M. [H] a été évacué au CHU de [Localité 7]-Alpes, le certificat médical initial fait état des blessures suivantes :
— fracture ouverte olécrane gauche,
— plaie articulaire genou gauche,
— traumatisme crânien.
L’incapacité temporaire totale est fixée à 45 jours.
M. [H] a été hospitalisé jusqu’au 8 octobre 2024 et a subi une intervention chirurgicale du coude gauche.
En parallèle des soins de rééducation, M. [H] a bénéficié d’un suivi psychiatrique et psychotérapeutique, faisant état d’un syndrome anxio-dépressif sévère et d’un état de stress post-traumatique.
Des indemnités provisionnelles ont été versées par la société Avanssur à concurrence de 3 000 €, aucune expertise amiable n’a été réalisée.
C’est dans ces conditions que, par actes délivrés les 12 et 16 septembre 2025, M. [G] [H] a fait assigner la société Avanssur et la CPAM de l’Isère devant le juge des référés du tribunal judiciaire de Grenoble aux fins d’expertise médicale et de versement d’une provision à valoir sur ses préjudices. Ainsi, dans le dernier état de ses prétentions résultant des conclusions notifiées le 15 octobre 2025, reprises à l’audience, il sollicite du juge des référés de :
recevoir M. [H] en ses demandes et les dire bien fondées ;ordonner l’expertise de M. [H], confiée à l’expert qu’il appartiendra au tribunal de désigner, à la charge exclusive de la compagnie Avanssur, et selon mission proposée dans le corps des présentes écritures ;allouer à M. [H] une provision à valoir sur la liquidation de son préjudice corporel de 5 000,00 € ;allouer à M. [H] une provision ad litem de 2 500,00 € ;allouer à M. [H] la somme de 2 500,00 € sur le fondement de l’article 700 du code de procédure civile ;dire et juger la décision à intervenir opposable à la société Avanssur ;dire n’y avoir lieu à écarter l’exécution provisoire de la décision à intervenir ;condamner la société Avanssur, aux dépens de la présente instance, lesquels seront distraits, en application de l’article 699 du code de procédure civile, au profit de Maître Thibault Lorin, de la SARL ANAE Avocats, avocat au barreau de Grenoble.

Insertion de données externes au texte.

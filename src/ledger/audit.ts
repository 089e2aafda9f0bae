/**
 * Audit: are the files the ledger registered still the files it registered?
 *
 * For each path the ledger registered (its latest registration there), the file or directory on
 * disk is hashed again (src/ledger/artifacts.ts) and compared with the recorded id: `missing` (gone),
 * `changed` (other content), or fine. The campaign's working folder `rounds/` is walked for files
 * no artifact covers:
 *   - ratchet's own records of a task or stage (task.json, run.sh, stdout.log, stderr.log, exit.json,
 *     runs.log, *.pid, check.json, sample.json, scheduler output): expected, counted;
 *   - other files inside a task's folder (rounds/rK/<stage>/<task>/...): outputs the task wrote that no
 *     gate read: fine, listed as `unread_outputs`;
 *   - anything else under rounds/ (beside the task folders): `unregistered`, reported as a problem.
 * The ledger itself is checked line by line: every line one JSON event, `seq` 1, 2, 3, ... without
 * gaps or repeats, and a last line ended by its newline (else a torn tail: a write cut short).
 *
 * Incremental: `.ratchet/audit.json` keeps (path, size, mtime, sha256) of what was hashed; a file
 * whose size and mtime are unchanged is not read again unless `full` (a directory is re-read when
 * any file below it changed size or mtime, or was added or removed). The result says how many
 * files were hashed.
 */
import { createReadStream, lstatSync, promises as fsp, readdirSync, statSync } from 'node:fs';
import { createInterface } from 'node:readline';
import { join } from 'node:path';
import { createHash } from 'node:crypto';
import { hashArtifact, hashFile, idHex, type ArtifactEvent } from './artifacts.js';
import { ledgerPath } from './journal.js';
import { RATCHET_DIR } from './lock.js';

export const AUDIT_CACHE = 'audit.json';
const CACHE_VERSION = 1;

/** Files ratchet or a scheduler writes beside a task's outputs: expected, never registered. */
export const BOOKKEEPING = /^(task\.json|run\.sh|stdout\.log|stderr\.log|exit\.json|runs\.log|check\.json|sample\.json|.*\.pid|slurm-.*\.out|.*\.(o|e)\d+|job\..*|exit-\d+\.json)$/;

export interface LedgerProblem {
  line: number;
  problem: string;
}

export interface AuditResult {
  campaign: string;
  ledger: { file: string; lines: number; events: number; last_seq: number; problems: LedgerProblem[]; torn?: { line: number; bytes: number } };
  /** Paths the ledger registered (latest registration of each). */
  registered: number;
  ok: number;
  missing: { path: string; id: string; seq: number }[];
  changed: { path: string; id: string; now: string; seq: number }[];
  /** Files under rounds/ outside any task folder that no artifact covers. */
  unregistered: { path: string; bytes: number }[];
  /** Files inside a task folder that no artifact covers and that are not ratchet's records: outputs no gate read (fine). */
  unread_outputs: { path: string; bytes: number }[];
  /** ratchet's and the scheduler's own records found (task.json, run.sh, logs, exit records, ...). */
  bookkeeping: number;
  /** Files read and hashed by this audit; the rest came from the cache (size and mtime unchanged). */
  hashed: number;
  from_cache: number;
  clean: boolean;
}

interface CacheEntry {
  size: number;
  mtime_ms: number;
  sha256: string;
  /** Directories: a digest of their files' (path, size, mtime). */
  sig?: string;
}

/** A folder under rounds/ as last listed: its mtime, its files other than task records, its sub-folders. */
interface DirEntry {
  mtime_ms: number;
  files: string[];
  dirs: string[];
  /** Task records in it (counted, not listed). */
  bookkeeping: number;
}

interface Cache {
  version: number;
  entries: Record<string, CacheEntry>;
  /** Folders under rounds/ (relative paths); a folder whose mtime is unchanged is not listed again. */
  dirs?: Record<string, DirEntry>;
}

export interface AuditOptions {
  /** Hash everything again, ignoring the cache. */
  full?: boolean;
  /** Write the cache (default true). */
  writeCache?: boolean;
  /** Files hashed at once (default 4). */
  workers?: number;
}

/** Read the ledger line by line, collecting problems instead of stopping at the first. */
export async function checkLedgerLines(file: string, onEvent: (e: Record<string, unknown>) => void): Promise<AuditResult['ledger']> {
  const out: AuditResult['ledger'] = { file, lines: 0, events: 0, last_seq: 0, problems: [] };
  let st;
  try {
    st = await fsp.stat(file);
  } catch {
    out.problems.push({ line: 0, problem: 'no ledger: the campaign has not run here, or .ratchet/ledger.jsonl was deleted' });
    return out;
  }
  // A last line not ended by a newline is a write cut short.
  let endsWithNewline = true;
  if (st.size > 0) {
    const fh = await fsp.open(file, 'r');
    try {
      const b = Buffer.alloc(1);
      await fh.read(b, 0, 1, st.size - 1);
      if (b[0] !== 0x0a) endsWithNewline = false;
    } finally {
      await fh.close();
    }
  }
  const rl = createInterface({ input: createReadStream(file), crlfDelay: Infinity });
  let expect = 1;
  let pendingLast: string | null = null;
  let n = 0;
  const take = (text: string, line: number): void => {
    if (text.trim() === '') return;
    let e: Record<string, unknown>;
    try {
      e = JSON.parse(text);
    } catch {
      out.problems.push({ line, problem: `not one JSON event: ${JSON.stringify(text.slice(0, 80))}` });
      return;
    }
    const seq = e && typeof e === 'object' ? e.seq : undefined;
    if (typeof seq !== 'number' || typeof e.type !== 'string') {
      out.problems.push({ line, problem: 'an event without a numeric "seq" and a string "type"' });
      return;
    }
    if (seq !== expect) {
      out.problems.push({
        line,
        problem: seq > expect ? `seq ${seq} follows seq ${expect - 1}: ${seq - expect} event(s) missing (lines removed?)` : `seq ${seq} repeats or goes back (after seq ${expect - 1}): the ledger was edited or written twice`,
      });
    }
    expect = Math.max(expect, seq + 1);
    out.last_seq = Math.max(out.last_seq, seq);
    out.events++;
    onEvent(e);
  };
  for await (const text of rl) {
    n++;
    if (pendingLast !== null) take(pendingLast, n - 1);
    pendingLast = text;
  }
  out.lines = n;
  if (pendingLast !== null) {
    if (!endsWithNewline) {
      out.torn = { line: n, bytes: Buffer.byteLength(pendingLast) };
      out.problems.push({ line: n, problem: `the last line was cut short (${out.torn.bytes} bytes without their newline): a write interrupted by a crash, or the file was truncated` });
    } else take(pendingLast, n);
  }
  return out;
}

async function readCache(dir: string): Promise<Cache> {
  try {
    const c = JSON.parse(await fsp.readFile(join(dir, RATCHET_DIR, AUDIT_CACHE), 'utf8')) as Cache;
    if (c && c.version === CACHE_VERSION && c.entries && typeof c.entries === 'object') return c;
  } catch {
    /* no cache, or unreadable: start afresh */
  }
  return { version: CACHE_VERSION, entries: {} };
}

async function writeCache(dir: string, cache: Cache): Promise<void> {
  const file = join(dir, RATCHET_DIR, AUDIT_CACHE);
  const tmp = `${file}.${process.pid}.tmp`;
  await fsp.writeFile(tmp, JSON.stringify(cache));
  await fsp.rename(tmp, file);
}

interface Walked {
  rel: string;
  size: number;
  mtime: number;
}
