/**
 * The campaign's gate limits (stages.validate.errors.*, max_drift, max_excursion, drift_min_*): a number is the fail
 * limit, {warn, fail} sets both, the defaults are the table of src/gates/limits.ts, and bad values are refused by the
 * loader with the file, line and key.
 */
import { afterAll, beforeAll, describe, expect, it } from 'vitest';
import { mkdtempSync, rmSync, writeFileSync } from 'node:fs';
import { tmpdir } from 'node:os';
import { join } from 'node:path';
import { CampaignError, loadCampaign } from '../../src/campaign/load.js';

const campaignText = (validate: string) => `name: argon
species: [Ar]
start: start.xyz
conditions:
  - {name: c30, temperature: 30, steps: 100}
stages:
  label: {command: ./label.sh}
  train: {command: ./train.sh}
  validate:
    command: ./validate.sh
${validate}
  simulate: {command: ./md.sh}
`;
// line 11 is the first line of `validate` given here

let dir: string;
let n = 0;
beforeAll(() => {
  dir = mkdtempSync(join(tmpdir(), 'ratchet-campaign-limits-'));
  writeFileSync(join(dir, 'start.xyz'), '1\nLattice="5.26 0 0 0 5.26 0 0 0 5.26" Properties=species:S:1:pos:R:3 pbc="T T T"\nAr 0 0 0\n');
});
afterAll(() => rmSync(dir, { recursive: true, force: true }));

async function load(validate: string) {
  const file = join(dir, `c${n++}.yaml`);
  writeFileSync(file, campaignText(validate));
  return (await loadCampaign(file)).campaign.stages.validate;
}
async function refusal(validate: string): Promise<string> {
  try {
    await load(validate);
  } catch (err) {
    expect(err).toBeInstanceOf(CampaignError);
    return (err as Error).message.replace(/^.*c\d+\.yaml/, 'campaign.yaml');
  }
  throw new Error('expected the campaign to be rejected');
}

describe('campaign gate limits', () => {
  it('a number is the fail limit (the warn default drops to it when above); a mapping sets either or both', async () => {
    const v = await load('    errors: {energy_rmse: 3, force_rmse: {warn: 40, fail: 80}, stress_rmse: 0.5}\n    max_drift: 0.05\n    max_excursion: {warn: 2}');
    expect(v.errors.energy_rmse).toEqual({ warn: 3, fail: 3 });
    expect(v.errors.force_rmse).toEqual({ warn: 40, fail: 80 });
    expect(v.errors.stress_rmse).toEqual({ warn: null, fail: 0.5 });
    expect(v.errors.force_mae).toEqual({ warn: null, fail: null });
    expect(v.max_drift).toEqual({ warn: 0.05, fail: 0.05 });
    expect(v.max_excursion).toEqual({ warn: 2, fail: 100 });
  });

  it('warn above fail is refused, with the line and key', async () => {
    expect(await refusal('    errors: {force_rmse: {warn: 150, fail: 50}}')).toMatch(
      /^campaign\.yaml:11:\d+: stages\.validate\.errors\.force_rmse: expected the warn limit at most the fail limit \(warn 150 meV\/Å is above fail 50 meV\/Å\)/,
    );
  });

  it('a negative limit and an unknown key inside a limit are refused', async () => {
    expect(await refusal('    max_drift: -1')).toBe('campaign.yaml:11:16: stages.validate.max_drift: expected a fail limit in meV/atom/ps above 0, found -1');
    expect(await refusal('    max_drift: fast')).toMatch(/^campaign\.yaml:11:16: stages\.validate\.max_drift: expected a limit in meV\/atom\/ps above 0 \(the fail limit\), or a mapping \{warn, fail\}/);
    expect(await refusal('    max_drift: {warn: 0.1, fial: 1}')).toMatch(/^campaign\.yaml:11:\d+: stages\.validate\.max_drift/);
    expect(await refusal('    drift_min_frames: 2')).toMatch(/^campaign\.yaml:11:\d+: stages\.validate\.drift_min_frames: expected a whole number of frames of at least 3/);
  });
});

Par conclusions notifiées le 25 novembre 2025, reprises à l’audience, la société Avanssur demande au juge des référés de :
donner acte à la Société Avanssur de ce qu’elle ne s’oppose pas à une mesure d’expertise judiciaire conforme à la nomenclature Dinthilac habituellement utilisée ;rejeter la demande de M. [H] tendant à retenir la mission d’expertise de type ANADOC, pour les motifs ci-dessus énoncés ;dire que l’expert médical désigné devra avoir pour mission d’évaluer les préjudices de M. [H] en seul lien avec l’accident dont il a été victime le 6 octobre 2024 à l’exclusion de tout préjudice en lien avec une autre cause ou en lien avec un état antérieur, dont il conviendrait d’apprécier la part de responsabilité.dire que l’expert devra avoir pour mission de déterminer les débours et frais médicaux en relation directe et exclusive avec cet accident ;dire que l’expert déposera avant son rapport définitif, un pré-rapport afin de permettre aux parties de faire valoir leurs éventuelles observations sous forme de dires dans un délai minimal de 40 jours ;dire que la mesure d’expertise aura lieu aux frais avancés de M. [H];débouter M. [H] de ses demandes de provision à valoir sur le préjudice et de provision ad litem pour les motifs ci-dessus énoncés ou à tout le moins réduire significativement les provisions sollicitées ;rejeter la demande de condamnation au titre de l’article 700 du code de procédure civile de M. [H] pour les motifs ci-dessus énoncés ;statuer ce que droit sur les dépens.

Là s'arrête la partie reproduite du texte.